What is required ::
For the entries that follow, state how many lines include the word "earlier", giving the number and nothing else.

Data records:
┄┄┄┄┄┄┄┄┄┄┄┄┄┄┄┄┄┄┄┄
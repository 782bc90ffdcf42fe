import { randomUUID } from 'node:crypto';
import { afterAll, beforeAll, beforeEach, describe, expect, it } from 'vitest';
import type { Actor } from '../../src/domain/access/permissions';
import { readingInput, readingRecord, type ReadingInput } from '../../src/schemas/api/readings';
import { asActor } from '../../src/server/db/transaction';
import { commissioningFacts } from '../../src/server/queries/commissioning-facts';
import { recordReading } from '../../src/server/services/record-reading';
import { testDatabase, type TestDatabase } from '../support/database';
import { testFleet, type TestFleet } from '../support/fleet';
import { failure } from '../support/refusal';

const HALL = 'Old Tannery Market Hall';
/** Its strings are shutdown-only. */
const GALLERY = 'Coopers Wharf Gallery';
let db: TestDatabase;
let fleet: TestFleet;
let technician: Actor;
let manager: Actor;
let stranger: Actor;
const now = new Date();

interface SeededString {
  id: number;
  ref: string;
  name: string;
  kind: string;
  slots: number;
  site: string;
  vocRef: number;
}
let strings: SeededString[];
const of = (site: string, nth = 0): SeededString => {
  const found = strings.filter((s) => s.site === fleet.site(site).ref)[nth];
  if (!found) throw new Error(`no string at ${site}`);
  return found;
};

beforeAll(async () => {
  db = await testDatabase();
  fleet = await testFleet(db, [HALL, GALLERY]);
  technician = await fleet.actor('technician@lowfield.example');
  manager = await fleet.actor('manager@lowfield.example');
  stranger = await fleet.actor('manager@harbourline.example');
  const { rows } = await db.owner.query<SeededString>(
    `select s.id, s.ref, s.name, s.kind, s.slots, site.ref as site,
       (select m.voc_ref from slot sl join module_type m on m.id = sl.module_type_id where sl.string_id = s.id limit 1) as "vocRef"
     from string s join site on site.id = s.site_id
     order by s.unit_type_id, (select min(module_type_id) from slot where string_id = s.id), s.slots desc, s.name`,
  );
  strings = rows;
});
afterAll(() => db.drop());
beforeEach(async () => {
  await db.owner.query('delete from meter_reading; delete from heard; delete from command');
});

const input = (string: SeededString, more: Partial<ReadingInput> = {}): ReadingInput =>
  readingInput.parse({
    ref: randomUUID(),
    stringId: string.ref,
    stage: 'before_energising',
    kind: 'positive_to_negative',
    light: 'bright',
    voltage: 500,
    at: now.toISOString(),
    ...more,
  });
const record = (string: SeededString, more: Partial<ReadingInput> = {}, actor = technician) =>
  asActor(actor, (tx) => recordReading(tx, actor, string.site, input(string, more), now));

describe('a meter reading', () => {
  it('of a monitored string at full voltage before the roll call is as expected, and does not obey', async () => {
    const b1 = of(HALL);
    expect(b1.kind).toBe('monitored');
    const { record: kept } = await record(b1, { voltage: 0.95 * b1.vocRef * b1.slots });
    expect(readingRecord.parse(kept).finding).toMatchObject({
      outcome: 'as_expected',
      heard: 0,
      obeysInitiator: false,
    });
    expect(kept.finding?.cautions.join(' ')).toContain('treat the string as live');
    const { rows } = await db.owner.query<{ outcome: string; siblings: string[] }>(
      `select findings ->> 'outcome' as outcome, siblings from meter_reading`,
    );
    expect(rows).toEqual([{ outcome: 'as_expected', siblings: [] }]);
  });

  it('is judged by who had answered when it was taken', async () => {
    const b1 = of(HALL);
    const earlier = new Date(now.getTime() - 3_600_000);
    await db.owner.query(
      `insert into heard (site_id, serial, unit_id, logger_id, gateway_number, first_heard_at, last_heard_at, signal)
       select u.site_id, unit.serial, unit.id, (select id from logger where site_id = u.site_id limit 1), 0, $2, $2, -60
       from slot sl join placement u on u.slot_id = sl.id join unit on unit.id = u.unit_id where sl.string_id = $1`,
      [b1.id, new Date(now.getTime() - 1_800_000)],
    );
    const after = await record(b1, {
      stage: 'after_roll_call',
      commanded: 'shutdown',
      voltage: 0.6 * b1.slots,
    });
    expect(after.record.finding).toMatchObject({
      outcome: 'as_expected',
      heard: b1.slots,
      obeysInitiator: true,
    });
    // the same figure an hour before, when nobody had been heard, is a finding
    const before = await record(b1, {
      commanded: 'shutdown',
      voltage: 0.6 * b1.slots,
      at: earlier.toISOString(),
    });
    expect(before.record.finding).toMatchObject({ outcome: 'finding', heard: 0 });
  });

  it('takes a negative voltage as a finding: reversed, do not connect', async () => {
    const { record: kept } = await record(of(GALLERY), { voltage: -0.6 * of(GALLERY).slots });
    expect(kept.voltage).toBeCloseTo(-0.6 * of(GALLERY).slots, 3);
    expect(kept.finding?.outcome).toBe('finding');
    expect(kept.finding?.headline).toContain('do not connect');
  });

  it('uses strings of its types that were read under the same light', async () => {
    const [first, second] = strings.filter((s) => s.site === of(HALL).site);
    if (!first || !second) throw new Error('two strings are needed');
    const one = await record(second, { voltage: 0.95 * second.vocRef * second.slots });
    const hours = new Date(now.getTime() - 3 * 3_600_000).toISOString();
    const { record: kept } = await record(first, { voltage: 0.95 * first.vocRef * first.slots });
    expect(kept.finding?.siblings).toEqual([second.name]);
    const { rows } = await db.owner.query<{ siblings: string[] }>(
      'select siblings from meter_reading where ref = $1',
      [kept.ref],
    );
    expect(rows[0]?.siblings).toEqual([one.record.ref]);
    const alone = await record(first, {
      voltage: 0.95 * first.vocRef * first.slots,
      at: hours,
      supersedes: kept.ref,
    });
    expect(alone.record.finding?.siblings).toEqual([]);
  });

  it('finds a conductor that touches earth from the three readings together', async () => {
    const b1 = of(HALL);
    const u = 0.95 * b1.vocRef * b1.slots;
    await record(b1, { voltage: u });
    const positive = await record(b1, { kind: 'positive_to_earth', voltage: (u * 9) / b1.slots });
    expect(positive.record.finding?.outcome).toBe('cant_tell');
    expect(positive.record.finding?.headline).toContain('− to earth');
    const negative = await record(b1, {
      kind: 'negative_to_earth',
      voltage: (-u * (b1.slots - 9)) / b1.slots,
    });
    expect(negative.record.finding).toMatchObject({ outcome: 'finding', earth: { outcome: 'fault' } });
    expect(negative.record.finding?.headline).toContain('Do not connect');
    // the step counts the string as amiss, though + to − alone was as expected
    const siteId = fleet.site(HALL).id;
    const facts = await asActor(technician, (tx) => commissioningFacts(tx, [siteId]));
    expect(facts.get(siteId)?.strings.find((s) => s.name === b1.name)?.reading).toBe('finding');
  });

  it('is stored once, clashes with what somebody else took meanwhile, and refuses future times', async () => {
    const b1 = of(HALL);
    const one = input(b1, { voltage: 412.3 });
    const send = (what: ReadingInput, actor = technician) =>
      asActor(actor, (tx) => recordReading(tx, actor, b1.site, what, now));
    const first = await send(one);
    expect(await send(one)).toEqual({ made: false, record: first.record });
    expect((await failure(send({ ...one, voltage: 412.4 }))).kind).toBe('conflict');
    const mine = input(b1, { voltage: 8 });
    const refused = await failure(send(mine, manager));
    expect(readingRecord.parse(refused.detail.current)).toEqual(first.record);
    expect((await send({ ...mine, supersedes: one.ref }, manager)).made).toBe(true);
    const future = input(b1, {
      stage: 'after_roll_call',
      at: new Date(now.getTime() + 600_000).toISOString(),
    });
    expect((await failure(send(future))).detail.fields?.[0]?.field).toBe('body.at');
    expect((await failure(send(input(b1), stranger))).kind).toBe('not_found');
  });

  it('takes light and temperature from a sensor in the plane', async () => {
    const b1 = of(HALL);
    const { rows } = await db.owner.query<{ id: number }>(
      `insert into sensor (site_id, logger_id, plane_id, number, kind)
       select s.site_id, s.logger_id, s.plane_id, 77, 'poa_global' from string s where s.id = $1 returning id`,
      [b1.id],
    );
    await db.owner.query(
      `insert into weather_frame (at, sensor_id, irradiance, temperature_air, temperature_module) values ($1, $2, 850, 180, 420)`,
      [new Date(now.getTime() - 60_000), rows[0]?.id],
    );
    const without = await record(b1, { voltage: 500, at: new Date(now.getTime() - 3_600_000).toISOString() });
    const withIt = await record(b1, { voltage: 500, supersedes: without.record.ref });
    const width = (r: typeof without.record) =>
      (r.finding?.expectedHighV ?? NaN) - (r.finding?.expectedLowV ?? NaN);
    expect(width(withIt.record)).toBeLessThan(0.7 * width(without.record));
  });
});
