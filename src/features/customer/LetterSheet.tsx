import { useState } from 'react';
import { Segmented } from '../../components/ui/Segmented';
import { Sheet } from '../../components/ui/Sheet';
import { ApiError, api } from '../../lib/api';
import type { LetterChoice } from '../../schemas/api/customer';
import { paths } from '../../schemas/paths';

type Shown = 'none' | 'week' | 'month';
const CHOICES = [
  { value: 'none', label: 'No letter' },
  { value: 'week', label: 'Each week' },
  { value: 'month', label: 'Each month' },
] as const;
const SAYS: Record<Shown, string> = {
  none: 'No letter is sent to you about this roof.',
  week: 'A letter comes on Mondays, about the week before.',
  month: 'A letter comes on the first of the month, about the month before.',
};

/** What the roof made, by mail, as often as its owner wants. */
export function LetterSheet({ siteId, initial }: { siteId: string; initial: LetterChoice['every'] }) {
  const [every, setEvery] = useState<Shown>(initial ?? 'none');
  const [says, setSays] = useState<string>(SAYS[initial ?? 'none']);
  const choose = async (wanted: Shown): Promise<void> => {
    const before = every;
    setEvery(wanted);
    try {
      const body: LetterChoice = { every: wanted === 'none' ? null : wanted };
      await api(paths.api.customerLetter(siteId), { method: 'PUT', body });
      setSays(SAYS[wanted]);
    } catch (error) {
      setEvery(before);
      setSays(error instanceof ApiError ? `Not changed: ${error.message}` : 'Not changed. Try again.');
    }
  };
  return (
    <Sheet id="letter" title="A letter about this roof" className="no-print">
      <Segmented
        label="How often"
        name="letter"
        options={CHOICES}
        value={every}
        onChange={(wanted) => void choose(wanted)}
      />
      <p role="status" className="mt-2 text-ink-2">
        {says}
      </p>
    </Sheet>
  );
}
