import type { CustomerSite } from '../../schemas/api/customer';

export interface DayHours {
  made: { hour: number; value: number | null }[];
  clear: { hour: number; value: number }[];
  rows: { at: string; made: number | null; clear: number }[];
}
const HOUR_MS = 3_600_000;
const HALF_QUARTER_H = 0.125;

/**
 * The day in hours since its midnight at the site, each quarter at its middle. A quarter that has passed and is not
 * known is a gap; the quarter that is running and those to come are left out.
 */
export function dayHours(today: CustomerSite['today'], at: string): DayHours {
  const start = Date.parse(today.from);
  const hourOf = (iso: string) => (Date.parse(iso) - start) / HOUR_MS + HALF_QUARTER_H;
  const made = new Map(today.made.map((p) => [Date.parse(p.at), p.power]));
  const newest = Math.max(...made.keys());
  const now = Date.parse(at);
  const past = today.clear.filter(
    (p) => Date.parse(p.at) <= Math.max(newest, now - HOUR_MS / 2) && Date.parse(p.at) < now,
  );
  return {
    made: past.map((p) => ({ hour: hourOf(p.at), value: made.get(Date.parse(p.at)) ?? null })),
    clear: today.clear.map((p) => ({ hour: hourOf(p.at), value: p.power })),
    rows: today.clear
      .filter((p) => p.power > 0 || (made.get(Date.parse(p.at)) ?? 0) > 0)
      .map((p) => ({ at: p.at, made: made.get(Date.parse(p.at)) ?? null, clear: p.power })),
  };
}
┄┄┄┄┄┄┄┄┄┄┄┄┄┄┄┄┄┄┄┄
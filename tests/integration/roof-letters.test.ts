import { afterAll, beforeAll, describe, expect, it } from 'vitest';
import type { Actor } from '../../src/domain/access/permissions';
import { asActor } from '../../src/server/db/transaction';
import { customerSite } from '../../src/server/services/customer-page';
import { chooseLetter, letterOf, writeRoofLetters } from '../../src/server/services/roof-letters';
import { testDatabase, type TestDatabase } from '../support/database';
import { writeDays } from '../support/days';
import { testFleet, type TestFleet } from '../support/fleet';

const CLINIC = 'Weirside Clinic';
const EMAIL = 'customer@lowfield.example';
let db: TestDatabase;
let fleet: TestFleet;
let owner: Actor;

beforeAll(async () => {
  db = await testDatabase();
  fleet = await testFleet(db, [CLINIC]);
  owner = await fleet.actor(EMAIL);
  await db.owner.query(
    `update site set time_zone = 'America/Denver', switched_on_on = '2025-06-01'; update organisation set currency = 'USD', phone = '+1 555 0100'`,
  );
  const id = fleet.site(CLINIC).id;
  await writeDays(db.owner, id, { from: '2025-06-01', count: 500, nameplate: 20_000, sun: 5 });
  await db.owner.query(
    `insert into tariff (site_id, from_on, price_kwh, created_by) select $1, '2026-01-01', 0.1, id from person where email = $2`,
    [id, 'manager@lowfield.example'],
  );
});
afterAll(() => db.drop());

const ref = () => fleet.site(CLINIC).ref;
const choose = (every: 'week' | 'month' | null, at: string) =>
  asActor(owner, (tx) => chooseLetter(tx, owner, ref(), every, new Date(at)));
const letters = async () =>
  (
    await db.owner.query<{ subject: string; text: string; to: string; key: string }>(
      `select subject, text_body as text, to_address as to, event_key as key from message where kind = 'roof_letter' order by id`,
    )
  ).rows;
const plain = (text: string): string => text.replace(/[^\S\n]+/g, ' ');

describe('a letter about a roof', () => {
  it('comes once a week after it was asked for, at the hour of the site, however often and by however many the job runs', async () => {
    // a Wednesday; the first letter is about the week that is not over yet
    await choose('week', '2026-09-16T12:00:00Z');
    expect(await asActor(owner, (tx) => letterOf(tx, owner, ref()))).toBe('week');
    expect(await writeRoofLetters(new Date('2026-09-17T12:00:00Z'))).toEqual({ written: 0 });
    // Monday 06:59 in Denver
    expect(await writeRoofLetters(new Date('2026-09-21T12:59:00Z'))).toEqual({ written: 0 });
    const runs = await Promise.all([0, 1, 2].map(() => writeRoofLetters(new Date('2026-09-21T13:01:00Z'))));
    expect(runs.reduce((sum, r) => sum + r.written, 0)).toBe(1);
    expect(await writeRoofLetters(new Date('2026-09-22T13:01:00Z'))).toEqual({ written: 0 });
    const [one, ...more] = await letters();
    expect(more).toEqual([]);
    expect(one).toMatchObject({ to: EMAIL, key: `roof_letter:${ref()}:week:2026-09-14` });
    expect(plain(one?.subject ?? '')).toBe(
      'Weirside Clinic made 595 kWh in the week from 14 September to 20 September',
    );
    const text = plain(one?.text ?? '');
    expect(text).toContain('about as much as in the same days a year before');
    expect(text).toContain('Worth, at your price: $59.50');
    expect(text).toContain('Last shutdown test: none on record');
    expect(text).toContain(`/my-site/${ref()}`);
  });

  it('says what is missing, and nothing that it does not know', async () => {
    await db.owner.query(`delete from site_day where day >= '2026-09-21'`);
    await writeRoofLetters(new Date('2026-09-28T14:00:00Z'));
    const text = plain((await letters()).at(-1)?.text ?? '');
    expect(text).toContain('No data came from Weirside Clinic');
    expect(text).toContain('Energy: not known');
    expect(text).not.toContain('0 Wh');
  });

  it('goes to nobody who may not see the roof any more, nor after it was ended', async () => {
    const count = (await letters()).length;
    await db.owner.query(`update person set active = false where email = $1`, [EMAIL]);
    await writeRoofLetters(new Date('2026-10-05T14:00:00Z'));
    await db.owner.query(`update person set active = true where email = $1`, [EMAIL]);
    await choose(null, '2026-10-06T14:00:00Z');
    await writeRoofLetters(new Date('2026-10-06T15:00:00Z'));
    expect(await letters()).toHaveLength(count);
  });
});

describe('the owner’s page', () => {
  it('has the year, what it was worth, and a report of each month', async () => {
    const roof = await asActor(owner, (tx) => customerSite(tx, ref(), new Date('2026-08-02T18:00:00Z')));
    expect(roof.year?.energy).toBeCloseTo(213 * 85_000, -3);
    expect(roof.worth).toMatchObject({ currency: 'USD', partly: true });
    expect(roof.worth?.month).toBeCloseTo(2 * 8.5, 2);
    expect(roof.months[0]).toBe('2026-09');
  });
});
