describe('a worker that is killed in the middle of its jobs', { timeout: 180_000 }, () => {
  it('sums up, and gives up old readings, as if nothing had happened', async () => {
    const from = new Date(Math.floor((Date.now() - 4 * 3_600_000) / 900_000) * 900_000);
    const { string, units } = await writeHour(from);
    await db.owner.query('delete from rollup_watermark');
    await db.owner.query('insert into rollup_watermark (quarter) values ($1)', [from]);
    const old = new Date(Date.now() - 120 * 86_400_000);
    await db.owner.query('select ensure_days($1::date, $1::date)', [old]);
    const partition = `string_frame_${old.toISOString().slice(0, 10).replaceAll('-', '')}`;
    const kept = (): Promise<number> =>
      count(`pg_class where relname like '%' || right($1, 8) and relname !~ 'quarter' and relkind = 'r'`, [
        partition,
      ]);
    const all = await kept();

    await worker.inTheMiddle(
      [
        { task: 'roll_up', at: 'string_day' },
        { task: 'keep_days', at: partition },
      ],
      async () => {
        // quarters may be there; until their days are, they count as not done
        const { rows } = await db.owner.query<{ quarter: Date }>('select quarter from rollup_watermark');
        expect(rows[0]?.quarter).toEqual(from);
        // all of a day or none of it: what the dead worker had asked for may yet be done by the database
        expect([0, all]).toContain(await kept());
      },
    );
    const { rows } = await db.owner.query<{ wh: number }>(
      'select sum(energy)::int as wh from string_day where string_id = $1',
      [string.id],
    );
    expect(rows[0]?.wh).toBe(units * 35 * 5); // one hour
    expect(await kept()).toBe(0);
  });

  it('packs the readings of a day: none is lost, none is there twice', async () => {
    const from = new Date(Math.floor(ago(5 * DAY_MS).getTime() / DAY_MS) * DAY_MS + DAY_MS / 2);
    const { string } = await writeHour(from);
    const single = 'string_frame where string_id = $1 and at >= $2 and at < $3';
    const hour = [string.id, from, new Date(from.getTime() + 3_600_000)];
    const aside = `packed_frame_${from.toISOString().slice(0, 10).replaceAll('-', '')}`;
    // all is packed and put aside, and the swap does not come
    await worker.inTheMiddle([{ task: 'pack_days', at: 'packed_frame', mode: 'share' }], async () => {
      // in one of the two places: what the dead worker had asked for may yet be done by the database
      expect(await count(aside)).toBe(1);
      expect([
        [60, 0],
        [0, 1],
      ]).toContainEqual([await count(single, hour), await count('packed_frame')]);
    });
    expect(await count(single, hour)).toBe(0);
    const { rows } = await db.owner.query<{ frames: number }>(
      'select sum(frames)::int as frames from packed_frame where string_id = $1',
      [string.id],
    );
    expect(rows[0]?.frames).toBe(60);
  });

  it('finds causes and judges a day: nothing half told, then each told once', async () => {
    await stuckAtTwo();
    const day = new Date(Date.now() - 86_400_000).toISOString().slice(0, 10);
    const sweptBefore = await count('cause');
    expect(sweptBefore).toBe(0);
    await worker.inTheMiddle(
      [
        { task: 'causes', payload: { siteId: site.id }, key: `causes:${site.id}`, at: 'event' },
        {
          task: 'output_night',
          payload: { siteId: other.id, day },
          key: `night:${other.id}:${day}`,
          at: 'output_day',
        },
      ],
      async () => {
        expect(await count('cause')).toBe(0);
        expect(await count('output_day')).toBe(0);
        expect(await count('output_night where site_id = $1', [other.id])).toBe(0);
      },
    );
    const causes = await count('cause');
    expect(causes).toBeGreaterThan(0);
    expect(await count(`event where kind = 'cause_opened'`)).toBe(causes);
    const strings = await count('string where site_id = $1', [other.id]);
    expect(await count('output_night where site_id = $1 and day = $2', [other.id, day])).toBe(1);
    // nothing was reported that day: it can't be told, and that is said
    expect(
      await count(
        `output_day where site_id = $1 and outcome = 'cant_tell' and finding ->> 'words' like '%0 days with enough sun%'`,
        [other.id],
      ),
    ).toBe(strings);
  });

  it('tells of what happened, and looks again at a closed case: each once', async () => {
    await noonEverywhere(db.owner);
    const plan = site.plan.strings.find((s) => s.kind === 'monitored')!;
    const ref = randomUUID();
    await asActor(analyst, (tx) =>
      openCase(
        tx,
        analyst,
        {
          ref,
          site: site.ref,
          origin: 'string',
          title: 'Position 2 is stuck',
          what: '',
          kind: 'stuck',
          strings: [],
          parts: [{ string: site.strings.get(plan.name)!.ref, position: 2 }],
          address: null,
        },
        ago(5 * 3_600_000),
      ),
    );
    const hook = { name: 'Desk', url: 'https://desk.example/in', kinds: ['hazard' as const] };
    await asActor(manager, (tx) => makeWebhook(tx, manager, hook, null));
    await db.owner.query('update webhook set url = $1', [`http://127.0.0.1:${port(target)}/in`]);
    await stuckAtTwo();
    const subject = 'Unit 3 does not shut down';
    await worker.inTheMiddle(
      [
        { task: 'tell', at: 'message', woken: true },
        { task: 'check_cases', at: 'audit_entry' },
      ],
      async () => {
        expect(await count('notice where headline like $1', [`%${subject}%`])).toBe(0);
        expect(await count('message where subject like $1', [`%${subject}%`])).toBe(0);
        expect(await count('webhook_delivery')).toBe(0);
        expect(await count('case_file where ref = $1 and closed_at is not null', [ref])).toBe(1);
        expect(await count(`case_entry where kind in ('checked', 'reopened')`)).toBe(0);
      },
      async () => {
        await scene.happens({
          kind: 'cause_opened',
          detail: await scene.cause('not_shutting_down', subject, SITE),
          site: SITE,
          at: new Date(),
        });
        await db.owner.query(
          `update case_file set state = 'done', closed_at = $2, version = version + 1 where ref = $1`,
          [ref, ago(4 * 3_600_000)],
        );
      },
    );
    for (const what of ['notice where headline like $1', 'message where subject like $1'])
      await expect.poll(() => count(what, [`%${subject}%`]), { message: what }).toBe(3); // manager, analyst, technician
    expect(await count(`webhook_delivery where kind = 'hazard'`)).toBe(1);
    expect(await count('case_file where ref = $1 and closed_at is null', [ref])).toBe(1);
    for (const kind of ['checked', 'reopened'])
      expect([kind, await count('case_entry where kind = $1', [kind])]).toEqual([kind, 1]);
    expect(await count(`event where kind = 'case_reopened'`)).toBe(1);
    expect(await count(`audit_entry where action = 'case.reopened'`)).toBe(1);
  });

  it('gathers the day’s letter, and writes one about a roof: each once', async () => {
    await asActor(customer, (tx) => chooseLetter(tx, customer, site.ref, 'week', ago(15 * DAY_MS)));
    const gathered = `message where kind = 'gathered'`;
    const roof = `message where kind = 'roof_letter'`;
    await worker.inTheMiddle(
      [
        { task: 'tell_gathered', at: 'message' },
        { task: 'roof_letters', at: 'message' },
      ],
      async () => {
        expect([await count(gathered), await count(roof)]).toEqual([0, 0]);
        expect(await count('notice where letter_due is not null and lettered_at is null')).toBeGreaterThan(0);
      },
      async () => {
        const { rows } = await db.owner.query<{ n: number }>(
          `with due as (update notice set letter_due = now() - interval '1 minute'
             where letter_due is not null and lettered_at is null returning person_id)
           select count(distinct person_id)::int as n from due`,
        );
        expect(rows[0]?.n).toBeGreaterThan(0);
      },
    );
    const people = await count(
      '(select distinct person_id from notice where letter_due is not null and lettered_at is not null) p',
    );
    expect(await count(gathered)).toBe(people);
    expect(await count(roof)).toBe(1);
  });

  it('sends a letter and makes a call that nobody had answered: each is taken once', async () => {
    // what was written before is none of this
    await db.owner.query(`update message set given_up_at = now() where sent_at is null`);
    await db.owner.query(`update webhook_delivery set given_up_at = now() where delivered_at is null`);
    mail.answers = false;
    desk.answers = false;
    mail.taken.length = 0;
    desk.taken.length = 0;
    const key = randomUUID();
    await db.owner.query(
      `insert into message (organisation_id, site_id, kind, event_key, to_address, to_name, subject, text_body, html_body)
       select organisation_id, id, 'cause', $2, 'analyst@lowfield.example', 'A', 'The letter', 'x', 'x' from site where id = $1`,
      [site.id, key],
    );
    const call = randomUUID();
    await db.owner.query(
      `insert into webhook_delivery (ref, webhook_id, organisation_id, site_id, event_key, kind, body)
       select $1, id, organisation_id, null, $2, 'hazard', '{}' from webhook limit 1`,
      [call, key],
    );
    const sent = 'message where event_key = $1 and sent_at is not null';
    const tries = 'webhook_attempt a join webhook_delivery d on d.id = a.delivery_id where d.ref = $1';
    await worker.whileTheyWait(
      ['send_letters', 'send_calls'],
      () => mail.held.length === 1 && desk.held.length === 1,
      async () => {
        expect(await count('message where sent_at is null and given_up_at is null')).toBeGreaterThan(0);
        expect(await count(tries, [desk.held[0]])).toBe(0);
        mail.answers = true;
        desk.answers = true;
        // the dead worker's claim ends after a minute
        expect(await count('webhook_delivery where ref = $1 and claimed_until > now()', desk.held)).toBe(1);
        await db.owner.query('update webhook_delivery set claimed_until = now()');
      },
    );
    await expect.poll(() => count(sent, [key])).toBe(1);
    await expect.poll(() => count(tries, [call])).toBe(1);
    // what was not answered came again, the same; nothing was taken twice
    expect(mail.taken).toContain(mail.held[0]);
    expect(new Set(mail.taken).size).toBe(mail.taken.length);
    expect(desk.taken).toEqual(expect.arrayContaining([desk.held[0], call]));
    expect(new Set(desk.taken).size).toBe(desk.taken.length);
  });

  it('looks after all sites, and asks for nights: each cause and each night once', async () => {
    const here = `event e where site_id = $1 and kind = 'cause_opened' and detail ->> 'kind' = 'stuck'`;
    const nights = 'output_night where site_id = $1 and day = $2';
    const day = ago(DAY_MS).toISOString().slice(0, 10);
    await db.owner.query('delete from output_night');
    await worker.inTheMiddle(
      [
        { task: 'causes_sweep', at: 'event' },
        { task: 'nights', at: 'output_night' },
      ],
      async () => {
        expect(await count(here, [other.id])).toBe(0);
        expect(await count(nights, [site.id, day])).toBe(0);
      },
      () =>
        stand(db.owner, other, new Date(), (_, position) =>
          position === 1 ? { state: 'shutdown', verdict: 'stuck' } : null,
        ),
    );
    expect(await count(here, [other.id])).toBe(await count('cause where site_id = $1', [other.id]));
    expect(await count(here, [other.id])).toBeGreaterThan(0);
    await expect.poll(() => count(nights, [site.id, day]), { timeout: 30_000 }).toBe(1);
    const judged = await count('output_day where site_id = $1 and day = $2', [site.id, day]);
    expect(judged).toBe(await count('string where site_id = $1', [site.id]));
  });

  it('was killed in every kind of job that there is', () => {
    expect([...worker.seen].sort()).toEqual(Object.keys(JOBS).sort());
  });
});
┄┄┄┄┄┄┄┄┄┄┄┄┄┄┄┄┄┄┄┄
Task answer ::
2